If you want to understand why the electric guitar remains as relevant and revolutionary as ever, look no further than Omara “Bombino” Moctar. Born in 1980 in Tidene, northeast of Agadez, Bombino came of age inside a people repeatedly pushed to the edge: the Kel Tamasheq, carved up by borders, patronised by central governments, and forever asked to wait their turn. He sings in Tamasheq about dignity, exile and return, while his right-hand pulse is the argument. On October 16, he returns to Control Club after a sold-out set that was a highlight of the venue's 2024 live roster.
Everything that gets flattened into the “desert blues” canon has a politics. Bombino doesn't pretend otherwise. Born of the ishoumar generation—Tuareg youth scattered by drought and joblessness—he took a hand-me-down electric guitar and turned it into a portable newspaper to talk truth to power. The word "ishoumar" itself traces to the French colonial language chômeur (“unemployed”), highlighting just how intrinsically entwined economics, culture, and neocolonialism are in the modern-day Sahel.
Bombino’s early years map onto this legacy: the first rebellion in the 1990s forced his family across borders; the makeshift lessons on a relative’s guitar; apprenticeship with the Agadez stalwart Haja Bebe; teenage hours in Algeria and Libya woodshedding Hendrix and Knopfler licks... When fighting reignited in 2007, the state treated guitars like contraband, knowing that in Tuareg towns, they assumed the role of transmitter over simple instruments. This signal travelled on tapes and in wedding tents with Hisham Mayet’s field recordings fixed one such night to vinyl as GroupBombino – Guitars from Agadez, Vol. 2 (2009), the A-side “dry guitar,” the flip a live blowout.
The step from cassettes to the stage came with filmmaker Ron Wyman, who tracked Bombino to exile in Ouagadougou and later filmed the material that became Agadez (2011). The record is tied to a peace concert at the base of Agadez’s Grand Mosque, permitted by the sultan after years of violence. The footage is celebratory and forensic, showing how a band can re-knit a community even for just one night.

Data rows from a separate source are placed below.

function segmentColumns(sections: string[], materials: string[]): Column[] {
  return [
    { key: 'length', label: 'Length', type: 'quantity', kind: 'length' },
    { key: 'section', label: 'Section', type: 'select', options: sections },
    { key: 'sectionEnd', label: 'End section', type: 'select', options: sections, blank: '(uniform)', hint: 'Give one to taper the segment linearly to it' },
    { key: 'material', label: 'Material', type: 'select', options: materials, blank: '(per layer)' },
  ];
}

function supportColumns(shafts: string[]): Column[] {
  return [
    { key: 'id', label: 'Id', type: 'text', width: 6 },
    { key: 'shaft', label: 'Shaft', type: 'select', options: shafts },
    { key: 'at', label: 'At z', type: 'quantity', kind: 'length' },
    { key: 'kind', label: 'Kind', type: 'select', options: ['fixed', 'spring'] },
    { key: 'rotation', label: 'Rotation', type: 'quantity', kind: 'angle', enabled: (r) => r.kind === 'fixed', width: 6 },
    { key: 'stiffness', label: 'Stiffness', type: 'quantity', kind: 'rotationalStiffness', enabled: (r) => r.kind === 'spring' },
  ];
}

function caseColumns(): Column[] {
  return [
    { key: 'id', label: 'Id', type: 'text', width: 8 },
    { key: 'name', label: 'Name', type: 'text', width: 16 },
  ];
}

/** The factor grid: one number column per load case, keyed into the combination's factors. */
function combinationColumns(cases: string[]): Column[] {
  return [
    { key: 'id', label: 'Id', type: 'text', width: 8 },
    { key: 'name', label: 'Name', type: 'text', width: 12 },
    ...cases.map((c): Column => ({ key: `factors/${c}`, label: `× ${c}`, type: 'number', width: 5, hint: `Factor on case ${c} (blank = 0)` })),
  ];
}

/** The case column of a load list, present only when the model has load cases. */
function caseColumn(cases: string[]): Column[] {
  return cases.length ? [{ key: 'case', label: 'Case', type: 'select', options: cases, hint: 'The load case this torque belongs to' }] : [];
}

function torqueColumns(shafts: string[], cases: string[]): Column[] {
  const isPower = (r: Row) => r.power !== undefined || r.speed !== undefined;
  return [
    { key: 'id', label: 'Id', type: 'text', width: 7 },
    ...caseColumn(cases),
    { key: 'shaft', label: 'Shaft', type: 'select', options: shafts },
    { key: 'at', label: 'At z', type: 'quantity', kind: 'length' },
    { key: '@form', label: 'Given as', type: 'select', options: ['torque', 'power'], get: (r) => (isPower(r) ? 'power' : 'torque') },
    { key: 'torque', label: 'Torque', type: 'quantity', kind: 'torque', enabled: (r) => !isPower(r) },
    { key: 'power', label: 'Power', type: 'quantity', kind: 'power', enabled: isPower, width: 6 },
    { key: 'speed', label: 'Speed', type: 'quantity', kind: 'angularSpeed', enabled: isPower, width: 6 },
  ];
}

function distributedColumns(shafts: string[], cases: string[]): Column[] {
  return [
    { key: 'id', label: 'Id', type: 'text', width: 7 },
    ...caseColumn(cases),
    { key: 'shaft', label: 'Shaft', type: 'select', options: shafts },
    { key: 'from', label: 'From z', type: 'quantity', kind: 'length' },
    { key: 'to', label: 'To z', type: 'quantity', kind: 'length' },
    { key: 'start', label: 'Start', type: 'quantity', kind: 'torquePerLength' },
    { key: 'end', label: 'End', type: 'quantity', kind: 'torquePerLength' },
  ];
}

function gearColumns(shafts: string[]): Column[] {
  const teeth = (r: Row) => r.module !== undefined || (r.a as Row | undefined)?.teeth !== undefined;
  return [
    { key: 'id', label: 'Id', type: 'text', width: 5 },
    { key: '@sizing', label: 'Size by', type: 'select', options: ['radius', 'teeth'], get: (r) => (teeth(r) ? 'teeth' : 'radius') },
    { key: 'a/shaft', label: 'A shaft', type: 'select', options: shafts },
    { key: 'a/at', label: 'A at z', type: 'quantity', kind: 'length', width: 6 },
    { key: 'a/radius', label: 'A radius', type: 'quantity', kind: 'length', enabled: (r) => !teeth(r), width: 6 },
    { key: 'a/teeth', label: 'A teeth', type: 'integer', enabled: teeth, width: 4 },
    { key: 'b/shaft', label: 'B shaft', type: 'select', options: shafts },
    { key: 'b/at', label: 'B at z', type: 'quantity', kind: 'length', width: 6 },
    { key: 'b/radius', label: 'B radius', type: 'quantity', kind: 'length', enabled: (r) => !teeth(r), width: 6 },
    { key: 'b/teeth', label: 'B teeth', type: 'integer', enabled: teeth, width: 4 },
    { key: 'module', label: 'Module', type: 'quantity', kind: 'length', enabled: teeth, width: 5 },
    { key: 'sense', label: 'Sense', type: 'select', options: ['opposite', 'same'] },
    { key: 'stiffness', label: 'Stiffness', type: 'quantity', kind: 'linearStiffness', width: 6, hint: 'Tangential mesh stiffness; blank = rigid' },
    { key: 'offset', label: 'Offset', type: 'quantity', kind: 'length', width: 6, hint: 'Tangential gap or timing error' },
  ];
}

function couplingColumns(shafts: string[]): Column[] {
  return [
    { key: 'id', label: 'Id', type: 'text', width: 5 },
    { key: 'a/shaft', label: 'A shaft', type: 'select', options: shafts },
    { key: 'a/at', label: 'A at z', type: 'quantity', kind: 'length' },
    { key: 'b/shaft', label: 'B shaft', type: 'select', options: shafts },
    { key: 'b/at', label: 'B at z', type: 'quantity', kind: 'length' },
    { key: 'stiffness', label: 'Stiffness', type: 'quantity', kind: 'rotationalStiffness', hint: 'Blank = rigid' },
    { key: 'misfit', label: 'Misfit', type: 'quantity', kind: 'angle', width: 6 },
  ];
}

function discColumns(shafts: string[]): Column[] {
  return [
    { key: 'id', label: 'Id', type: 'text', width: 7 },
    { key: 'shaft', label: 'Shaft', type: 'select', options: shafts },
    { key: 'at', label: 'At z', type: 'quantity', kind: 'length' },
    { key: 'inertia', label: 'Inertia', type: 'quantity', kind: 'massInertia' },
  ];
}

With Nomad (2013), recorded in Nashville with the Black Keys’ Dan Auerbach, the frame widened. The album debuted at No 1 on Billboard’s world chart. Azel (2016) then toyed with a one-drop sway Bombino jokingly calls “Tuareggae.” More subversively, it introduced Western vocal harmonies into a tradition that rarely stacks voices that way. 2018's Deran is the return home, tracked in Casablanca. It was here that the press latched onto the “Sultan of Shred” moniker and the Grammy nomination that followed, the first for an artist from Niger. The live document that followed, Live in Amsterdam (2020), was recorded in late 2019 at the Dutch capital's Melkweg venue. Dedicated to rhythm guitarist Illias Mohamed, who died weeks before release, it caught a band playing as if momentum itself were politics.
Bombino's most recent full-length, Sahel (2023), was also cut in Casablanca alongside David Wrench (Frank Ocean, The xx), a producer-engineer with a knack for clarity. The title is literal. It’s the ecological and political corridor where Bombino’s stories unfold, from drought and displacement to the resource frontiers, where uranium has enriched foreign capitals more than local communities.
Most recently, in June 2025, he released “Tarha,” a three-and-a-half-minute collaboration with Great Big Warm House. Radio-friendly, yet still very much Bombino, the single features syncopation slightly ahead of the beat and melody easing into repetition until the repetition itself becomes insistence.
Trading “guns for guitars,” in Bombino's hands, is closer to civic work than radical ideology. He has spent years advocating for education and literacy in Tamasheq, alongside Hausa, Arabic, and French. In 2023, his label noted a ceremonial title—Ambassador for Tuareg Music in the US, conferred by the Sultanate of l’Aïr—that fits the public role he has already assumed. The records explain why he earned it. But none of this turns his shows into lectures. With interlocking guitars, the rhythm braids make the solos feel earned with a rhythm section always tuned for take-off. When people start to move, that’s when the politics do, too.
So, yes, Bombino is a guitar hero. But he's also a musician from a people who’ve had to become their own diplomats and carry a rich history in melody. That’s the work Sahel continues, and “Tarha” extends. That’s what you’ll hear when he plugs in at Control this autumn.